For Rust programs, the best results come from building with debug symbols included even in release mode:
[profile.release]
debug = true
This keeps symbol and inlining information that samply can use when resolving stacks, without affecting runtime performance.
Comparison to the Native Alternatives
On macOS, the main alternative is Instruments. Instruments is powerful, supports a wide range of instrument types beyond CPU profiling (memory, file I/O, GPU), and integrates tightly with the OS. But it has a steep learning curve, a complex UI, and it is macOS-only. For pure CPU profiling on a command-line workflow, samply is considerably faster to get into. samply record ./thing and you have results in seconds; with Instruments you are navigating a multi-pane Xcode-adjacent UI before you have even started a capture.
On Linux, perf itself is the standard tool. It is flexible and powerful, but analyzing perf output without reaching for Brendan Gregg’s flamegraph scripts or a GUI like Hotspot requires comfort with its text-based output. Hotspot is probably the closest Linux-native equivalent to samply’s Firefox Profiler integration, but it is a Qt application that you install separately, not part of the profiling tool itself. samply bundles the analysis step into the profiling command.
On Windows, ETW-based profiling via Windows Performance Analyzer is capable but carries significant setup friction and a UI that reflects decades of enterprise tooling decisions. For developers doing cross-platform work who are comfortable with a browser-based analysis UI, samply is a meaningful improvement in time-to-insight.
Symbol Resolution and Debug Info
One of the more technically interesting parts of samply is its symbol resolution pipeline. Raw samples contain instruction addresses. Turning those into readable function names requires resolving symbols, which means reading the binary’s symbol table or DWARF debug information.
samply handles this on-the-fly using the object and addr2line crates, which parse ELF, Mach-O, and PE formats.

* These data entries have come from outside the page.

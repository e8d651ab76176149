"""The medium fit's derived speeds (``derived`` of the fit result) on simulated runs.

The lab velocity through the medium at a turn's mean time t_i is u_i = v_sun + c beta(t_i)
(C12; docs/fit.md), its horizontal part the first two lab components R_i u_i (C4). The
reported values are the largest |u_i| and |(R_i u_i)_xy| over the accepted turns; the limits
are the largest values on the region Delta chi^2 <= 1.6449^2 x reduced chi^2
(scipy.stats.norm.ppf(0.95) = 1.6449). Runs as in tests/fit/test_fit.py (white FM 1e-9 at 1 s).
"""

from __future__ import annotations

import numpy as np
import pytest

from fringe.constants import C_M_S
from fringe.fit.run import fit_run, setup_from_run
from fringe.fit.settings import FitSettings
from fringe.io.fit_result import FitResult
from tests.helpers.runs import simulate_run


def fit_medium_run(tmp_path, truth, seed):
    path, sc, _ = simulate_run(tmp_path / "medium.h5", seed=seed, days=2.0,
                               theory={"name": "medium"}, noise={"white_fm_adev_1s": 1e-9},
                               coefficients=truth)
    res, cols = fit_run(path, FitSettings(theory="medium"))
    t = cols["t_mid_s"][cols["accepted"].astype(bool)]
    setup, _ = setup_from_run(path, "medium")
    state = setup.frames(t)
    return res, state.beta * C_M_S / 1e3, state.rotation[:, :2, :]


def speeds(v, a, rows):
    u = v[None, :] + a
    return np.linalg.norm(u, axis=1), np.linalg.norm(np.einsum("nij,nj->ni", rows, u), axis=1)


def test_lab_speed_in_the_gaussian_regime(tmp_path):
    truth = np.array([10.0, -20.0, 5.0])
    res, a, rows = fit_medium_run(tmp_path, dict(zip(("sun_vX_kms", "sun_vY_kms",
                                                       "sun_vZ_kms"), truth)), seed=31)
    names = res.covariance.names
    v = np.array([res.coefficients[n].value for n in names])
    cov = np.array(res.covariance.matrix)
    lab = res.derived.lab_speed_kms
    full, horiz = speeds(v, a, rows)
    assert lab["best"] == pytest.approx(full.max(), rel=1e-12)
    assert lab["horizontal_best"] == pytest.approx(horiz.max(), rel=1e-12)
    # sigma << |u|: the largest |u_i| on the region is max_i (|u_i| + 1.6449 sqrt(n_i C n_i)),
    # n_i = u_i/|u_i| (derived as for the Sun's speed in tests/fit/test_fit.py); for the
    # horizontal part n_i = R_i^T e_i with e_i the unit horizontal vector. Band 0.02 sigma.
    u = v[None, :] + a
    n = u / np.linalg.norm(u, axis=1, keepdims=True)
    sig = np.sqrt(np.einsum("ni,ij,nj->n", n, cov, n))
    assert lab["upper_95"] == pytest.approx((full + 1.6449 * sig).max(), abs=0.02 * sig.max())
    h = np.einsum("nij,nj->ni", rows, u)
    nh = np.einsum("nji,nj->ni", rows, h / np.linalg.norm(h, axis=1, keepdims=True))
    sh = np.sqrt(np.einsum("ni,ij,nj->n", nh, cov, nh))
    assert lab["horizontal_upper_95"] == pytest.approx((horiz + 1.6449 * sh).max(),
                                                       abs=0.02 * sh.max())
    # the truth lies below the limit (a fixed seed; the pull of the speed is ~N(0, 1))
    assert speeds(truth, a, rows)[0].max() < lab["upper_95"]
    # the record round-trips through the result file's JSON
    again = FitResult.from_dict(res.to_dict(), source="test")
    assert again.derived == res.derived


def test_null_bounds_the_lab_speed_not_the_sun_speed(tmp_path):
    """A medium at rest with the Earth's mean motion: the lab speed is small, the Sun's is not.

    v_sun = -c beta_orbit(middle of the record) (computed with pyerfa epv00 through fringe.frames),
    so the lab moves through the medium only by the Earth's rotation velocity (0.31 km/s at
    47.6 deg latitude) and the change of the orbital velocity over the record (about
    2 pi x 30 km/s x 1 d / 365 d = 0.5 km/s either side; derived). The old statement, the
    Sun's speed, is ~30 km/s even for this null; the laboratory's speed limit is a few km/s.
    """
    from fringe.frames import Epoch, earth_velocity_beta

    v_orbit = earth_velocity_beta(Epoch("2027-02-03T00:00:00Z"), [86400.0])[0] * C_M_S / 1e3
    truth = -v_orbit
    res, a, rows = fit_medium_run(tmp_path, dict(zip(("sun_vX_kms", "sun_vY_kms",
                                                       "sun_vZ_kms"), truth)), seed=32)
    lab, sun = res.derived.lab_speed_kms, res.derived.sun_speed_kms
    true_full, true_h = speeds(truth, a, rows)
    assert true_full.max() < 1.0                          # the scenario is a near null
    assert true_full.max() <= lab["upper_95"] < 3.0
    assert true_h.max() <= lab["horizontal_upper_95"] <= lab["upper_95"]
    assert lab["best"] <= lab["upper_95"] and lab["horizontal_best"] <= lab["horizontal_upper_95"]
    assert sun["upper_95"] > 25.0                         # |v_sun| ~ 30 km/s is not the lab's
    # expected 2 theta amplitude of the orbital velocity alone: for the cavity pair
    # nu_1 - nu_2 = nu (d_1 - d_2) with d_1 - d_2 = 1/2 (h/c)^2 cos 2(theta - psi) to O(beta^2)
    # (docs/theory.md, medium), h the horizontal lab velocity: amplitude nu |h|^2 / (2 c^2).
    # The turn model adds within-turn terms ~1e-3 of the signal (fringe.fit.turn_model):
    # rtol 3e-3.
    amp = res.derived.two_theta_amplitude
    h_orbit = speeds(np.zeros(3), a, rows)[1] * 1e3
    expected = 2.82e14 * h_orbit ** 2 / (2 * C_M_S ** 2)     # carrier of tests/helpers/runs.py
    assert amp["units"] == "Hz"
    assert amp["orbital_rms"] == pytest.approx(np.sqrt(np.mean(expected ** 2)), rel=3e-3)
    assert amp["orbital_max"] == pytest.approx(expected.max(), rel=3e-3)
    assert amp["fitted_rms"] < 0.01 * amp["orbital_rms"]
    # the lab speed is below 1 km/s, so the signal is below (1/29)^2 = 1.2e-3 of the orbital
    # one (derived); the fraction of the orbital expectation in the data is correspondingly
    # small, and far from 1 in units of its sigma
    assert abs(amp["orbital_fraction"]) < 0.01
    assert (1 - amp["orbital_fraction"]) / amp["orbital_fraction_sigma"] > 100


def test_medium_at_rest_with_the_sun(tmp_path):
    """v_sun = 0: the lab moves through the medium with the orbital and rotation velocity.

    The data then contain the orbital expectation once: orbital_fraction = 1 within 4 sigma
    (two-sided pull band as in tests/fit/test_fit.py), and the lab speed is the largest
    |c beta(t_i)| (~30 km/s) within its limits.
    """
    res, a, rows = fit_medium_run(tmp_path, dict.fromkeys(("sun_vX_kms", "sun_vY_kms",
                                                           "sun_vZ_kms"), 0.0), seed=33)
    amp, lab = res.derived.two_theta_amplitude, res.derived.lab_speed_kms
    assert abs(amp["orbital_fraction"] - 1.0) < 4 * amp["orbital_fraction_sigma"]
    assert amp["fitted_rms"] == pytest.approx(amp["orbital_rms"], rel=1e-2)
    full, horiz = speeds(np.zeros(3), a, rows)
    assert lab["best"] - 4 * (lab["upper_95"] - lab["best"]) < full.max() < lab["upper_95"] \
        + 4 * (lab["upper_95"] - lab["best"])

For system libraries on macOS, it can pull symbols from the system dyld shared cache. For binaries with separate .dSYM bundles or split DWARF, samply knows to look in the conventional locations.
For inlined functions, which are common in optimized Rust and C++ code, samply surfaces inline frames as distinct entries in the call tree. A call to a small utility function that got inlined three levels deep will still show up attributed correctly, provided the debug information was retained. This is not universally available in competing tools’ default configurations, and it meaningfully improves the accuracy of profiling results for languages that inline aggressively.
Where It Fits
samply works best for profiling the startup-to-exit lifetime of a command-line program, or for capturing a window of a long-running server by attaching and then detaching. It is not designed for continuous production monitoring or for profiling inside a container without host access to configure perf_event_open.
The tool is written in Rust, which means a single statically-linked binary with no runtime dependencies on most platforms. Installation via cargo install samply gets you running quickly. The GitHub repository at github.com/mstange/samply is actively maintained, with Markus Stange continuing to improve symbol resolution, add platform-specific features, and keep pace with changes in the Firefox Profiler format.
For anyone doing performance work across multiple platforms, or for Rust developers in particular who want a low-friction profiling workflow without installing Instruments or configuring perf permissions, samply is worth keeping in the toolbox.